Work to complete. Every line of the data below that holds the string "once" needs to be reported.

Data listing.

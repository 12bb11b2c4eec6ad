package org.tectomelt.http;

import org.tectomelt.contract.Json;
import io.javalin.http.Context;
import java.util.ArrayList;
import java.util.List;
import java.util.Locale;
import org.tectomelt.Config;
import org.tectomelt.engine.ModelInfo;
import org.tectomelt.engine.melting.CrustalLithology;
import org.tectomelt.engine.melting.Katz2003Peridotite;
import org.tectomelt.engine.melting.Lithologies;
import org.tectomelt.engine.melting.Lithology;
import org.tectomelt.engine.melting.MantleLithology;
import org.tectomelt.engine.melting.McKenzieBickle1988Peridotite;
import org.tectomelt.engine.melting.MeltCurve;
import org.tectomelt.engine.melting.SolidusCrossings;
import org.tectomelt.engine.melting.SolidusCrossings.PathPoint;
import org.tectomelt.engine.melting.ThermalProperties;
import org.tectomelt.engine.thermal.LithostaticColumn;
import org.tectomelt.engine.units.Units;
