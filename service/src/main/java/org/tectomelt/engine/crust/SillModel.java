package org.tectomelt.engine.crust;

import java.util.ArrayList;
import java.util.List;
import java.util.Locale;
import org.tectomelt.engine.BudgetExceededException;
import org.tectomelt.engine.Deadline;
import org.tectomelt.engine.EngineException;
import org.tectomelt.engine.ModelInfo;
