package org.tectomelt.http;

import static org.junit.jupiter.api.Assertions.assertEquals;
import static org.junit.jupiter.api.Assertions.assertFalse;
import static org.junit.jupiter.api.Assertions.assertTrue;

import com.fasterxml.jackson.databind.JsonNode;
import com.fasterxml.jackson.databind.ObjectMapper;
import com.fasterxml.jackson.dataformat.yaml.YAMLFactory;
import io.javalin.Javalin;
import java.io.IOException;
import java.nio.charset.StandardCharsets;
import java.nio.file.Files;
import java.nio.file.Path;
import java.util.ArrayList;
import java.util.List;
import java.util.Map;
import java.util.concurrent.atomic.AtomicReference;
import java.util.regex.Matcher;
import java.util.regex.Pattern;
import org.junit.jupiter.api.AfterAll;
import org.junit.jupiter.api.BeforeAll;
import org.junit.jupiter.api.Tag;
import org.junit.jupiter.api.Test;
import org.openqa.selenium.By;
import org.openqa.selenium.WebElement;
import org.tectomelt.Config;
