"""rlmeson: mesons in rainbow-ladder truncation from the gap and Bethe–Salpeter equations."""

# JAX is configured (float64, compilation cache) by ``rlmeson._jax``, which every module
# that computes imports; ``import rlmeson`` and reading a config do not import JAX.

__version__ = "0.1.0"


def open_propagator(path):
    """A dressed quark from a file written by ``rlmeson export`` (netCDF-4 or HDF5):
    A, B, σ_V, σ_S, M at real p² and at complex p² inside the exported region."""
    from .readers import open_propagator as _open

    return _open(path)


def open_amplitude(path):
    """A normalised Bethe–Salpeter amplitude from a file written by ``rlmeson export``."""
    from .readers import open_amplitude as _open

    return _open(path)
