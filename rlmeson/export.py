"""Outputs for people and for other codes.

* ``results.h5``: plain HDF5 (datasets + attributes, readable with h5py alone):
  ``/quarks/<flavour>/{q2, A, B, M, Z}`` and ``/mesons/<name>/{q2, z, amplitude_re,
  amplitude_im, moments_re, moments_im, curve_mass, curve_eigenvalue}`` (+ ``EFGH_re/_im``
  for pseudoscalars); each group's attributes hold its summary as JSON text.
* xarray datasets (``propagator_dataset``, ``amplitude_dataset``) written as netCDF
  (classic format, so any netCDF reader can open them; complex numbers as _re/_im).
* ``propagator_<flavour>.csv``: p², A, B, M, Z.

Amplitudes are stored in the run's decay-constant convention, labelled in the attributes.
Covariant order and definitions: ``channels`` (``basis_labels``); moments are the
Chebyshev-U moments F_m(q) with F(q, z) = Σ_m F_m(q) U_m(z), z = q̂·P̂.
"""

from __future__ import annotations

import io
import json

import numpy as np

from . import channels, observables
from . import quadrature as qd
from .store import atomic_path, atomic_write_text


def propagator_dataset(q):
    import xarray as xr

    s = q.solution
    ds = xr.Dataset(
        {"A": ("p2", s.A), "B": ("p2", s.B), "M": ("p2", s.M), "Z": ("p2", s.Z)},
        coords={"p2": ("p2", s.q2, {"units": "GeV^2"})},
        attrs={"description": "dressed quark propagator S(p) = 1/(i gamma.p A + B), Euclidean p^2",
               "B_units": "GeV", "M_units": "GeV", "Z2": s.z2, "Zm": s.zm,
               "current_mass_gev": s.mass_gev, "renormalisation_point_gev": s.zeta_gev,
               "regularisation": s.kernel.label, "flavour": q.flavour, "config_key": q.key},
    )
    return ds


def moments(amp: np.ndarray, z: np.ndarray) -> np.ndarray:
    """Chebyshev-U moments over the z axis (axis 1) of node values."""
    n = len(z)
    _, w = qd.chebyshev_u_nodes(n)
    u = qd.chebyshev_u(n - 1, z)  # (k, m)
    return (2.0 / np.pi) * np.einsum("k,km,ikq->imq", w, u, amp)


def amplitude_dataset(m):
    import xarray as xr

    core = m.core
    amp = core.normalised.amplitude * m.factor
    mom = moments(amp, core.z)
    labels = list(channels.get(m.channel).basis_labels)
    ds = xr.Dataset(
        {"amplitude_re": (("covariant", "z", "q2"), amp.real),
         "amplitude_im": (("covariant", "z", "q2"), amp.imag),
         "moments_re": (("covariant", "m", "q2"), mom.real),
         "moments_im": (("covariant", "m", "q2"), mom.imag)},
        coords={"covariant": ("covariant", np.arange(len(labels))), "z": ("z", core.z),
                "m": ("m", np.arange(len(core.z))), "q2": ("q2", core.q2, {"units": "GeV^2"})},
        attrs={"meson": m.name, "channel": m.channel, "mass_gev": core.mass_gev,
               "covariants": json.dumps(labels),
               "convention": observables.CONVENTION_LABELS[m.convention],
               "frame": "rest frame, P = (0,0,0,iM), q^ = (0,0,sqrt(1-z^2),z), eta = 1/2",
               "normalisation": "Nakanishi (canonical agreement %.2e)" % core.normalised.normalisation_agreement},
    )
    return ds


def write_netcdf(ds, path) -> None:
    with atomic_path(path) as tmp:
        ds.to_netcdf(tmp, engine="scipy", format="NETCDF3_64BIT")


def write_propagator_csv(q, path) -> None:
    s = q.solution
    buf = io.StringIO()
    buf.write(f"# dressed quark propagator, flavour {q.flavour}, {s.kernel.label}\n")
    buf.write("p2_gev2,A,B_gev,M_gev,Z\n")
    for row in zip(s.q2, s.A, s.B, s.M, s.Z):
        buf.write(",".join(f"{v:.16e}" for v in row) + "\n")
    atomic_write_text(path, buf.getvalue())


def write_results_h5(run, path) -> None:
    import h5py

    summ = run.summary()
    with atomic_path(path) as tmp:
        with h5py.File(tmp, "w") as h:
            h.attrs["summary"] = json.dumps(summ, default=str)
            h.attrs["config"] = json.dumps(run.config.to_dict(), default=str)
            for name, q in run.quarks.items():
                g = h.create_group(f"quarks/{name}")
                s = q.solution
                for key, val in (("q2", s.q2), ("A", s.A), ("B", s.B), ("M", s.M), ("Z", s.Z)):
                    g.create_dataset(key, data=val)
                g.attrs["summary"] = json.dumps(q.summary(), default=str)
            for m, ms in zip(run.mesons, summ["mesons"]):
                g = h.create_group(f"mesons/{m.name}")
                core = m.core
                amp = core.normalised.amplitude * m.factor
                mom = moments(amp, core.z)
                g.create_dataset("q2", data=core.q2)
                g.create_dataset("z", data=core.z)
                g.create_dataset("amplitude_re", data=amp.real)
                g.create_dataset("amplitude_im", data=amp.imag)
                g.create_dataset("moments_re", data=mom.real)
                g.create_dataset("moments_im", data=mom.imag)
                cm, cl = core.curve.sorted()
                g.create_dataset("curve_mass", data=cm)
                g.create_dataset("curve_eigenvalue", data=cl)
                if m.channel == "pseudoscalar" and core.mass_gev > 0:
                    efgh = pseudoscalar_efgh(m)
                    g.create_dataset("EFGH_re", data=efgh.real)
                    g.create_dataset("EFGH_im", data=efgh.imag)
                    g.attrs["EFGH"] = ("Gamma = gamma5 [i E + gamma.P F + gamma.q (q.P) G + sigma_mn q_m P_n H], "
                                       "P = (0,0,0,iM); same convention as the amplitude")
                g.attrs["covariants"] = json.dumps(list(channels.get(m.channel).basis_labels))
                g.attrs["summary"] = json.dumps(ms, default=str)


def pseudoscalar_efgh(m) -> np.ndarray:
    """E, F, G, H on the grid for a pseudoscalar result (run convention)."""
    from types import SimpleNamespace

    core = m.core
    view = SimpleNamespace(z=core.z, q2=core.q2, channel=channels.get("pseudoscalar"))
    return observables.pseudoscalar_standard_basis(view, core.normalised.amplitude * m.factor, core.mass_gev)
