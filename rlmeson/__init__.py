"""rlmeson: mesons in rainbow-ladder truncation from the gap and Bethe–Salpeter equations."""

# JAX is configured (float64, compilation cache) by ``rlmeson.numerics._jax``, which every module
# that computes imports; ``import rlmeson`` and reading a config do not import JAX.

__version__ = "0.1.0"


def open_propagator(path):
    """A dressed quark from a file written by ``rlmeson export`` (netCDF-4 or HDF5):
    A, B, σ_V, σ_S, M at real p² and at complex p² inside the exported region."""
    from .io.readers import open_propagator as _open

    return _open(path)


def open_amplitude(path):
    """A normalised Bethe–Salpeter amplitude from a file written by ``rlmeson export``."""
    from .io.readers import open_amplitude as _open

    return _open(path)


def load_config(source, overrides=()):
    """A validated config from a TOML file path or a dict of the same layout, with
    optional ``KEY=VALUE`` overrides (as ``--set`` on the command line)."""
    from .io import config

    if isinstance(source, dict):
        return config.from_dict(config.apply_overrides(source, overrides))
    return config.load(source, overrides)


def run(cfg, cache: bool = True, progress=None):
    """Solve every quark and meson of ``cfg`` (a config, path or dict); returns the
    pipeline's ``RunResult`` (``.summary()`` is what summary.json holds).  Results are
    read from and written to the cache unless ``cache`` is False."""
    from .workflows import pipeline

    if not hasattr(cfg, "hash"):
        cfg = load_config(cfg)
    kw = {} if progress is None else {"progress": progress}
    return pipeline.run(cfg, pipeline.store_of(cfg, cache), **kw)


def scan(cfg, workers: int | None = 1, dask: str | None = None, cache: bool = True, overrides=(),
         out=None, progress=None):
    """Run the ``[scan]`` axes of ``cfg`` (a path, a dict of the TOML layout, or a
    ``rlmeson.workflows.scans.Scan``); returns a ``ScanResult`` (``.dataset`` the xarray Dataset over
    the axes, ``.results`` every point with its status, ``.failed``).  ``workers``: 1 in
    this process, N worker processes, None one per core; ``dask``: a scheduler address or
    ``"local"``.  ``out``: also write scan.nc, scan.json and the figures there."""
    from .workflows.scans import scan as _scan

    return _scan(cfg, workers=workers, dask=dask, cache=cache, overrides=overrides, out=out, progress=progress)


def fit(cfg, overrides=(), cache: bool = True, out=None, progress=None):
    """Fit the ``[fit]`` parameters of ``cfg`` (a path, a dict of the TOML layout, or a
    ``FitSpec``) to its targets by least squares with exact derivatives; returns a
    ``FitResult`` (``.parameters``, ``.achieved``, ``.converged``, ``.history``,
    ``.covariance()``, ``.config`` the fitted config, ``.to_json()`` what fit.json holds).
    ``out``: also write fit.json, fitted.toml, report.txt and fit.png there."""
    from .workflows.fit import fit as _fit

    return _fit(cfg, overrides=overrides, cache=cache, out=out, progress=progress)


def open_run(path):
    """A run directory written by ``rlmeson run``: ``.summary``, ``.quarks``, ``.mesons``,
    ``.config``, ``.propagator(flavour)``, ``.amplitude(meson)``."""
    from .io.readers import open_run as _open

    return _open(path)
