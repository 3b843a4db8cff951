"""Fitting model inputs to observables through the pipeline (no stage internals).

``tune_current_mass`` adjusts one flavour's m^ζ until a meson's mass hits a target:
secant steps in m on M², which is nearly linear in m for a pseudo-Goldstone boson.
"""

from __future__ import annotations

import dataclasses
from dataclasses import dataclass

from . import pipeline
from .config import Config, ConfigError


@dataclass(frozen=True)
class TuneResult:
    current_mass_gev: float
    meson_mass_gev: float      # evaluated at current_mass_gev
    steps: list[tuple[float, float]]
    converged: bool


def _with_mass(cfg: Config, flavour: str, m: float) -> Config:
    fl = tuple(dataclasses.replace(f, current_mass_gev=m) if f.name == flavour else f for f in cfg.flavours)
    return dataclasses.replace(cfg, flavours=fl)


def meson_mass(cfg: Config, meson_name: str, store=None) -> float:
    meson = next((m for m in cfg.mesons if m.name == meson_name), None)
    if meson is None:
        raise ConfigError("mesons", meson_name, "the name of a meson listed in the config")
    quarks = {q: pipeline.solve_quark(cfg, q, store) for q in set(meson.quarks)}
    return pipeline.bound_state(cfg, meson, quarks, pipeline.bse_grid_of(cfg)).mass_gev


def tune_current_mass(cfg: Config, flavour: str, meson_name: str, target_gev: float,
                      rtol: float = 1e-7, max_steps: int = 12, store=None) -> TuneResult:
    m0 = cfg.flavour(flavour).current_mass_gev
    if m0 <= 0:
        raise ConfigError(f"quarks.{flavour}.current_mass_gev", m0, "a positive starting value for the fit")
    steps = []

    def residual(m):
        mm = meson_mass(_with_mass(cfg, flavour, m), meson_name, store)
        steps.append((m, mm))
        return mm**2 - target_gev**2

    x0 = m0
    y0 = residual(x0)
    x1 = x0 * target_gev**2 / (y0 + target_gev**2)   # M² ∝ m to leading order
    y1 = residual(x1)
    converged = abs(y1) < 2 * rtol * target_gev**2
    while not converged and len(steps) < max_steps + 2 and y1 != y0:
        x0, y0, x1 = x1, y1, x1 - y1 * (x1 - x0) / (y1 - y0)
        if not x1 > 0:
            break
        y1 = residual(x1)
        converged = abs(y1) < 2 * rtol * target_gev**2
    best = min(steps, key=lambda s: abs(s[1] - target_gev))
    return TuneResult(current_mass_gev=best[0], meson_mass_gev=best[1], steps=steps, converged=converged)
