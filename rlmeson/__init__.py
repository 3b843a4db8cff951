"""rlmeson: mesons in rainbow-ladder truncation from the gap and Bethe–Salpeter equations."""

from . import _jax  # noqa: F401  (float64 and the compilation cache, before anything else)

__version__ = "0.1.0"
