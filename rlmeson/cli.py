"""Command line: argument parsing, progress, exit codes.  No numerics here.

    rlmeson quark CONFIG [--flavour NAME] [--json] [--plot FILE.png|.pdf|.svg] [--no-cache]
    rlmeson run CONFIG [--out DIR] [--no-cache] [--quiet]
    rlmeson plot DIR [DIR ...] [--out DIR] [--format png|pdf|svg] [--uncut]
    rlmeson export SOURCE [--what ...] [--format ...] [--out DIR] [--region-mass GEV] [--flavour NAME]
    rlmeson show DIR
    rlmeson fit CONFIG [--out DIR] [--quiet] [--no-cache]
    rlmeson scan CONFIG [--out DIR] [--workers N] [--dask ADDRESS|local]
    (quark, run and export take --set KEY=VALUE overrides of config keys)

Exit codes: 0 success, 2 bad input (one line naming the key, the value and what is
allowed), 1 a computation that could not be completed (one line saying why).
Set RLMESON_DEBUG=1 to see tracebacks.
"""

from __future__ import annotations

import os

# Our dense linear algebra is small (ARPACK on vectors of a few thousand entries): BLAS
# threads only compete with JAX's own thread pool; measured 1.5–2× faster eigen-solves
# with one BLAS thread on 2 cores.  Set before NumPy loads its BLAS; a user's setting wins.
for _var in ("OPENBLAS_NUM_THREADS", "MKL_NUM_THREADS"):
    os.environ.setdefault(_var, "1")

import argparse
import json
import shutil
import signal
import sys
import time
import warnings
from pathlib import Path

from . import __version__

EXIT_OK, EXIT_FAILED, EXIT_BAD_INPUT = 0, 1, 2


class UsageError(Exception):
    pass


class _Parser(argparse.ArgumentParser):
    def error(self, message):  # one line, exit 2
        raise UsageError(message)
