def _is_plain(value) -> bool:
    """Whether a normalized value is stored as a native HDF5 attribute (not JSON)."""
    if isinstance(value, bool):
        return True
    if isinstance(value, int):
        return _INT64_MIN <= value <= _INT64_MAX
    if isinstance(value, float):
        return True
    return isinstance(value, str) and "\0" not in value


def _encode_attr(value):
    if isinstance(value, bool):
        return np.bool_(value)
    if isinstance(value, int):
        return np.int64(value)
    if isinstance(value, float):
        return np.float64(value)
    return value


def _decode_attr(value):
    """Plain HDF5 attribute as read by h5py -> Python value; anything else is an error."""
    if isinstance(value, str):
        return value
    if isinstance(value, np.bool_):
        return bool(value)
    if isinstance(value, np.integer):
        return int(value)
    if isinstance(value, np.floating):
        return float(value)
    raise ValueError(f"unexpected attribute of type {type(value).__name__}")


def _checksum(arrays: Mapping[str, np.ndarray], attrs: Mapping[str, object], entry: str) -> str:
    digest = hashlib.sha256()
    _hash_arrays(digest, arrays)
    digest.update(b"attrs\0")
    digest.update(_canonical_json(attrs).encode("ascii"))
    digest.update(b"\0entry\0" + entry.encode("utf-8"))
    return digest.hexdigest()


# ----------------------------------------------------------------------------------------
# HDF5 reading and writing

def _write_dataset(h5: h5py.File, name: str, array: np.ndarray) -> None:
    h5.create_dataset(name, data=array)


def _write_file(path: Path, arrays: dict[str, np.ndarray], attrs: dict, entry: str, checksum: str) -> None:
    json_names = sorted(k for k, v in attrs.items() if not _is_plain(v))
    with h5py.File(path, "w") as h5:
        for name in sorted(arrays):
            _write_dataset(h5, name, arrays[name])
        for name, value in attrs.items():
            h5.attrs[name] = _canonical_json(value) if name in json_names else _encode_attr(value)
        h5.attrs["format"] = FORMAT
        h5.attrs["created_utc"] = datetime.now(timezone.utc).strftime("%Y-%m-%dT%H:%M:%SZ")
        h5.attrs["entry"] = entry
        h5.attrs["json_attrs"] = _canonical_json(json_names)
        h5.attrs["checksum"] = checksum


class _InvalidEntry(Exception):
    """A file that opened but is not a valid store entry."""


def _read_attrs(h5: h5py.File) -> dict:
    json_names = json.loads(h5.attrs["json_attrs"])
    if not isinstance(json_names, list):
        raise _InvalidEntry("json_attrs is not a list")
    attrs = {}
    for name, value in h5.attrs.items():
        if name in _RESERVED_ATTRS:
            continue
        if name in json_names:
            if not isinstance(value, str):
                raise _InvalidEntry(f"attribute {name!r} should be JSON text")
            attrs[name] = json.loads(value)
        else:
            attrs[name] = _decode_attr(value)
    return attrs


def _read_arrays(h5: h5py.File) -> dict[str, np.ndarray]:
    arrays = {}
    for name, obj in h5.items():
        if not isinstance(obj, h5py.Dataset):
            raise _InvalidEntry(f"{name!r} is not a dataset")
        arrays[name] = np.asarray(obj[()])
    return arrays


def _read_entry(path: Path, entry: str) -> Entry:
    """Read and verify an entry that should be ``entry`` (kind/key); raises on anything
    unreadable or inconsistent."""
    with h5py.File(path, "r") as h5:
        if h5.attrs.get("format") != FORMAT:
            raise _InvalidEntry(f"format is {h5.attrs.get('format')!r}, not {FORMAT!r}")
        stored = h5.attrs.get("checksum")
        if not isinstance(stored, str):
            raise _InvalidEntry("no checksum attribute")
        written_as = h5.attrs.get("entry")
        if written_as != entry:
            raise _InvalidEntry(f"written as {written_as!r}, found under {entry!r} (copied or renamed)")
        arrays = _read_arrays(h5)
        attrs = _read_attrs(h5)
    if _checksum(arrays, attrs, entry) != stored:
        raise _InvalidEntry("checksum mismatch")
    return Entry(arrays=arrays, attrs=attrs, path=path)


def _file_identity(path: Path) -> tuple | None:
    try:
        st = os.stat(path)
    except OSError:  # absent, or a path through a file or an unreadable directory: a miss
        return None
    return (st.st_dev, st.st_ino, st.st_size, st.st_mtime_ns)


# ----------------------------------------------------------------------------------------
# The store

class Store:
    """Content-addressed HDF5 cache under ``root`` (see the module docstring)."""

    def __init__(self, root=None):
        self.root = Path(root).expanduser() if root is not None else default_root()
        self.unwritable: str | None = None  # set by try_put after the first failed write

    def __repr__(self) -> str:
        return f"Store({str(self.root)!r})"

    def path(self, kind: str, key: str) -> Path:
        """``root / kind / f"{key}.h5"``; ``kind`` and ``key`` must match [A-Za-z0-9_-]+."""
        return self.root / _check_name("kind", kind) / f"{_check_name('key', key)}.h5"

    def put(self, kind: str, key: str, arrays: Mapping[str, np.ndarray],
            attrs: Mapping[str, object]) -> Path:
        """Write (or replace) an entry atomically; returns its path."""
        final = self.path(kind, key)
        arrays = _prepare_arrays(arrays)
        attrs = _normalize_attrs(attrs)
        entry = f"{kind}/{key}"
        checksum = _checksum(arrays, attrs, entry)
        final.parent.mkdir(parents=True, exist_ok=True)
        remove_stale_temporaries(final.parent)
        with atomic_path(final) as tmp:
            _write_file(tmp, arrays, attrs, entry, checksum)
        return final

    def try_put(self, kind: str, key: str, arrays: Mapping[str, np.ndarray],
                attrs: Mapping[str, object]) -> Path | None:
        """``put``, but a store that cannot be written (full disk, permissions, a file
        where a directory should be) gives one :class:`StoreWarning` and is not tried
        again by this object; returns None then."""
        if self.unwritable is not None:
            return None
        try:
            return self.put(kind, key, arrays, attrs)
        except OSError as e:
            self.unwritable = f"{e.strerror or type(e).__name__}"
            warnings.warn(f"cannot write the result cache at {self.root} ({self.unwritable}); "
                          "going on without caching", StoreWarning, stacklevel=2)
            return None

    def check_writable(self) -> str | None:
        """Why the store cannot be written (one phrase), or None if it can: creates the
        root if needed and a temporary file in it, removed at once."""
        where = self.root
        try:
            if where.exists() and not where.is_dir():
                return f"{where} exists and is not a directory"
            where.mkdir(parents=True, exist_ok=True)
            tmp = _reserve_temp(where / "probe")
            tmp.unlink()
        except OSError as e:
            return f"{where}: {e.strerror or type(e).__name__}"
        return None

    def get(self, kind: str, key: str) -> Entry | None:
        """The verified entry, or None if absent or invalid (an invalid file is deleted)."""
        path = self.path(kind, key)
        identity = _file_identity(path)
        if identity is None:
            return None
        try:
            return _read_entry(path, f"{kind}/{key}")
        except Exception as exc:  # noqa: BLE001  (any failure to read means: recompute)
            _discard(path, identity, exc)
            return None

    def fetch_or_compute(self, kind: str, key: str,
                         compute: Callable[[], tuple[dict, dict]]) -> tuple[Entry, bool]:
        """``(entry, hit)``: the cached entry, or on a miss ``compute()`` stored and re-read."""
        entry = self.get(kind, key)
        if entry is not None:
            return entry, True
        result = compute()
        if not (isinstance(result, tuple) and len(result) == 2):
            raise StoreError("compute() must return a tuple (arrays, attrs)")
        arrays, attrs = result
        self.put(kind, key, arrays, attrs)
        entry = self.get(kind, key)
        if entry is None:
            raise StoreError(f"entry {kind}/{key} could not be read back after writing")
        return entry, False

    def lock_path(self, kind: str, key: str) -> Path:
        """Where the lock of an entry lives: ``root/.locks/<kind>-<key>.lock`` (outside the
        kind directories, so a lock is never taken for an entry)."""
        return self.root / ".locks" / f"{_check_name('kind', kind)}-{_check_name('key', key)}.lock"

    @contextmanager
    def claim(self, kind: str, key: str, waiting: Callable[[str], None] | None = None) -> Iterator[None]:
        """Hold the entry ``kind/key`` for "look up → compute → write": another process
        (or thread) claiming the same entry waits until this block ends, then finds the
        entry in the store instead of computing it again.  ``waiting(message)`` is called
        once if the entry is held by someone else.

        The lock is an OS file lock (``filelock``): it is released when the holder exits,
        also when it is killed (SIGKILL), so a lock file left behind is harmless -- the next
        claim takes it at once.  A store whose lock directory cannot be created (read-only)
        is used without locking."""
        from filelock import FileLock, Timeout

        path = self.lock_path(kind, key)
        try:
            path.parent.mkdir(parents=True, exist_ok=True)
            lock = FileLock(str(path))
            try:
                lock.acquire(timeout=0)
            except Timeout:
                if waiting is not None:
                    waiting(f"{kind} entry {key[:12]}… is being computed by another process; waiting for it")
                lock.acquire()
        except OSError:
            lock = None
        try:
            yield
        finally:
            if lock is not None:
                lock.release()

Task response.
        root if needed and a temporary file in it, removed at once."""
        once if the entry is held by someone else.
        claim takes it at once.  A store whose lock directory cannot be created (read-only)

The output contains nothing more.